SAS/ACCESS generates SAS table properties only when creating
a new Hive table. Many or perhaps all of your Hive tables are created
by other means. For example, your Hadoop administrator might create
Hive table definitions by submitting DDL scripts to the Hive CLI.
SAS and SAS users can benefit by adding SAS table properties to existing
Hive table definitions. Here is an example, where a Hive table has
already been defined.
CREATE EXTERNAL TABLE weblogs (extract_date STRING,
extract_type INT, webdata STRING) ROW FORMAT DELIMITED FIELDS
TERMINATED BY ',' STORED AS TEXTFILE LOCATION '/user/hadoop/web_data'
Based on this table
definition, here is how SAS interprets the columns.
libname hdp sasiohdp server=dbihadoop user=hadoop_usr pwd= hadoop_pwd;
data sheetmetal_sales; set hdp.weblogs(obs=1);
put extract_date= extract_type=;
put webdata=;
run;
extract_date=2012-02-21 extract_type=1
webdata=http://www.sas.com/industry/oilgas
NOTE: There were 1 observations read from the data set HDP.WEBLOGS.
proc contents data=hdp.weblogs; run;
Alphabetic List of Variables and Attributes
# Variable Type Len Format Informat Label
1 extract_date Char 32767 $32767. $32767. extract_date
2 extract_type Num 8 11. 11. extract_type
3 webdata Char 32767 $32767. $32767. webdata
Notice that Hive describes
the
extract_date
column to SAS as a
32767 length STRING. It also describes the
webdata
column
as a 32767 length STRING. So
SAS/ACCESS enters both of these columns
as character data and uses $32767. to format them. The result is an
overly wide SAS data set with an observation (row) width of 64 kilobytes
that also does not format
extract_date
to
a SAS DATE.
SAS issues a warning
message for this situation, which includes the maximum column length
that was in the result set. In the example, the maximum length read
for the extract_date STRING column is 10 bytes. The maximum length
read for the webdata STRING column was 320 bytes.
WARNING:
SAS/ACCESS assigned these columns a length of 32767. If resulting
SAS character variables remain this length, SAS performance is impacted.

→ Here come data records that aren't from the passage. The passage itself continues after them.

/**
 * What a reader of the pack (and of `warrant check`) should know about how a source's table was read: where it ended
 * and what was taken as notes, rows withheld in the release, footnote markers read off numbers, a header of two rows,
 * and the cube's own notes (percentages read as fractions, counts rebuilt from percentages). One sentence each, from
 * templates/data.*.mustache.
 */
import type { Templates } from '../verdicts/templates.js';
import type { Cube } from './types.js';
import { grouped } from '../format/numbers.js';

const count = grouped;
const quoteList = (xs: string[]): string => xs.map((x) => `"${x}"`).join(', ');

export function readingNotes(cube: Cube, t: Templates): string[] {
  const out: string[] = [];
  if (cube.headerRows === 2) {
    const labelled = Object.keys(cube.labels ?? {}).length;
    out.push(t.render('data.two-header-rows', { labelled: labelled > 0 ? count(labelled) : undefined }));
  }
  const end = cube.tableEnd;
  if (end !== undefined) {
    out.push(
      t.render('data.notes-under-table', {
        rows: count(cube.rows),
        lastRow: String(end.lastRow),
        noteRows: count(end.noteRows),
        one: end.noteRows === 1,
        firstNoteRow: String(end.firstNoteRow),
        firstNote: end.firstNote,
        bySource: end.by === 'source',
      }),
    );
  }
  if (cube.suppressedRows !== undefined && cube.suppressedRows > 0) {
    const markers = Object.keys(cube.suppressedMarkers ?? {});
    out.push(t.render('data.suppressed-rows', { rows: count(cube.suppressedRows), one: cube.suppressedRows === 1, of: count(cube.rows), markers: quoteList(markers) }));
  }
  for (const f of cube.footnotes ?? []) {
    // Where the table has notes under it, the marker's meaning is most likely there.
    const notesRow = end !== undefined && end.noteRows > 0 ? String(end.firstNoteRow) : '';
    out.push(t.render('data.footnote-marker', { marker: f.marker, cells: count(f.cells), one: f.cells === 1, example: f.example, row: String(f.row), notesRow }));
  }
  out.push(...(cube.notes ?? []));
  return out;
}
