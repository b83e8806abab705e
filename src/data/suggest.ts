/** Helpers for error messages: the closest known name to a misspelt one, and lists of names. */

/** Levenshtein edit distance (insertions, deletions, substitutions), by the usual two-row dynamic programme. */
export function editDistance(a: string, b: string): number {
  const x = [...a];
  const y = [...b];
  let prev = Array.from({ length: y.length + 1 }, (_, j) => j);
  for (let i = 1; i <= x.length; i++) {
    const cur = [i];
    for (let j = 1; j <= y.length; j++) {
      const cost = x[i - 1] === y[j - 1] ? 0 : 1;
      cur.push(Math.min(prev[j]! + 1, cur[j - 1]! + 1, prev[j - 1]! + cost));
    }
    prev = cur;
  }
  return prev[y.length]!;
}

/**
 * The known name closest to `wanted` (ignoring case and surrounding spaces), or undefined when nothing is close:
 * a name that differs only in case always counts; otherwise at most a third of the longer name may differ.
 */
export function closest(wanted: string, known: readonly string[]): string | undefined {
  const w = wanted.trim().toLowerCase();
  let best: string | undefined;
  let bestScore = Infinity;
  for (const k of known) {
    const kk = k.trim().toLowerCase();
    if (kk === w) return k;
    const d = editDistance(w, kk);
    const contains = kk.includes(w) || w.includes(kk);
    const score = contains ? d / 2 : d;
    if (score < bestScore && (contains || d <= Math.max(1, Math.floor(Math.max(w.length, kk.length) / 3)))) {
      best = k;
      bestScore = score;
    }
  }
  return best;
}

/** "A", "B", "C" (at most `max` names, then "and N more"). */
export function listNames(names: readonly string[], max = 30): string {
  const shown = names.slice(0, max).map((n) => JSON.stringify(n));
  const more = names.length > max ? `, and ${names.length - max} more` : '';
  return shown.join(', ') + more;
}

/** A fix sentence: use the closest name if there is one, and list the choices. */
export function fixFor(wanted: string, known: readonly string[], what: string): string {
  if (known.length === 0) return `Check the file: no ${what} were found in it`;
  const near = closest(wanted, known);
  const list = listNames(known);
  return near !== undefined ? `Did you mean ${JSON.stringify(near)}? The ${what} found are ${list}` : `Use one of the ${what} found: ${list}`;
}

See SAS/ACCESS documentation for details. Columns followed by the
maximum length observed were: extract_date:10, webdata:320
The example below assumes
that the length of the
webdata
STRING
in Hive never exceeds 1000 characters. A Hadoop user ID with the appropriate
authority can issue Hive ALTER TABLE statements to add SAS table properties
to the Hive table definition.
ALTER TABLE weblogs SET TBLPROPERTIES ('SASFMT:extract_date'='DATE(9.0)')
ALTER TABLE weblogs SET TBLPROPERTIES ('SASFMT:webdata'='CHAR(1000)')
SAS/ACCESS honors the
added properties, and here is the result.
libname hdp sasiohdp server=dbihadoop user=hadoop_usr pwd= hadoop_pwd;
data sheetmetal_sales; set hdp.weblogs(obs=1);
put extract_date= extract_type=;
put webdata=;
run;
extract_date=21FEB2012 extract_type=1
webdata=http://www.sas.com/industry/oilgas
NOTE: There were 1 observations read from the data set HDP.WEBLOGS.
proc contents data=hdp.weblogs; run;
Alphabetic List of Variables and Attributes
# Variable Type Len Format Informat Label
1 extract_date Num 8 DATE9. DATE9. extract_date
2 extract_type Num 8 11. 11. extract_type
3 webdata Char 1000 $1000 $1000. webdata
The resulting SAS data
set that is created from the Hive table has a much smaller observation
width, which helps SAS save disk space and reduce CPU consumption.
It also automatically converts and formats
extract_date
to
SAS standard DATE9. format.
Adding SAS properties
to existing Hive tables does not impact table use by software that
is not SAS. You can also issue ALTER TABLE and other DDL statements
using
SAS/ACCESS explicit SQL.
(See SQL Pass-Through Facility Specifics for Hadoop). Issuing such DDL as an ALTER TABLE
statement can be restricted to only the Hadoop administrator.